Counter Arguments for Cost
• It will not save money.
•
Decreased administrative cost, bulk purchasing, negotiated pricing. IOM estimates $500B lost annually due to diminished productivity
of an uninsured population.
• It will decrease physician salary.
•
When compared to other industrialized nations, average US physician earning is more. However, this is not a fair comparison when less
than ½ the physicians are specialists in other nations. In US, pay for primary care pay lags significantly behind specialty care.
Furthermore, physicians under single payer systems do not have as high of cost for malpractice nor as high of education debt burden.
The average physician salary in Canada is $307, 482.
• Why should I pay for someone else’s care?
•
You already pay for the uninsured. Unfortunately, it is at a much higher cost when the uninsured are seeking urgent care. Urgent care
costs are significantly higher than routine primary care visits.
• It stifles the free market and is against capitalism.
•
In more than 90% of measured areas in the US, competition is restricted to less than three private insurers. An unrestricted free market
would price many people out of insurance.
Counter Arguments for Care
• Quality of care will suffer.
•
Quality of care will improve due standardization of quality improvement initiatives and EBM. The uninsured delay care for
chronic conditions leading to poorer outcomes and more preventable deaths.
• It will ration care.
•
Single payer system would lead to more equitable and efficient distribution of scarce health care resources and services.

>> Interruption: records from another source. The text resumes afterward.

def _commandstats(client: redis.Redis) -> dict[str, int]:
    stats = client.info("commandstats")
    return {name.removeprefix("cmdstat_"): value["calls"] for name, value in stats.items()}


def test_values_are_compact(redis_client):
    columns = batch(20, states=2)
    StateCache("redis", redis_url=_url_of(redis_client)).compute_through(columns, RecordingTransfer(), CONTEXT)
    keys = redis_client.keys(b"uvdose:s:*")
    value = redis_client.get(keys[0])
    # header 16 + 3 float64 + 5 float32 (spectral)
    assert len(value) == 16 + 3 * 8 + 5 * 4
    # prefix 7 + "s:" + 10-byte namespace digest + 8 state columns as int32
    assert len(keys[0]) == 7 + 2 + 10 + 8 * 4


def test_a_corrupt_or_misplaced_value_is_recomputed_not_served(redis_client):
    transfer = RecordingTransfer()
    columns = batch(60, states=3, seed=7)
    cache = StateCache("redis", redis_url=_url_of(redis_client))
    cache.compute_through(columns, transfer, CONTEXT)
    keys = sorted(redis_client.keys(b"uvdose:s:*"))
    values = [redis_client.get(k) for k in keys]
    # Swap two entries' values (a desynchronised reply would look like this) and cut a third.
    redis_client.set(keys[0], values[1])
    redis_client.set(keys[1], values[0])
    redis_client.set(keys[2], values[2][:-3])
    result = cache.compute_through(columns, transfer, CONTEXT)
    assert transfer.calls == [3, 3]
    assert_same(result, expected(cache, columns))


def test_a_value_corrupted_in_the_store_is_recomputed_not_served(redis_client):
    transfer = RecordingTransfer()
    columns = batch(60, states=3, seed=8)
    cache = StateCache("redis", redis_url=_url_of(redis_client))
    cache.compute_through(columns, transfer, CONTEXT)
    key = sorted(redis_client.keys(b"uvdose:s:*"))[0]
    value = bytearray(redis_client.get(key))
    value[-1] ^= 0x01  # one flipped bit in the last number; header and size intact
    redis_client.set(key, bytes(value))
    result = cache.compute_through(columns, transfer, CONTEXT)
    assert transfer.calls == [3, 1] and cache.stats["error"] == 1
    assert_same(result, expected(cache, columns))


# -- settings ----------------------------------------------------------------------------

• It will take medical decisions away from physicians and patients.
•
Under a singly payer system, health care services are privately delivered by physicians but publicly financed by the
government. This means clinical decisions are still made by the provider and the patient. It will also increase patient
autonomy by eliminating networks and allowing patients to choose their physicians.
• It will hamper medical research and technological innovation.
•
Most medical research is currently funded by NIH (a government agency). Furthermore, the inappropriate use of technology
will be reduced leading to more practice of evidenced-based medicine.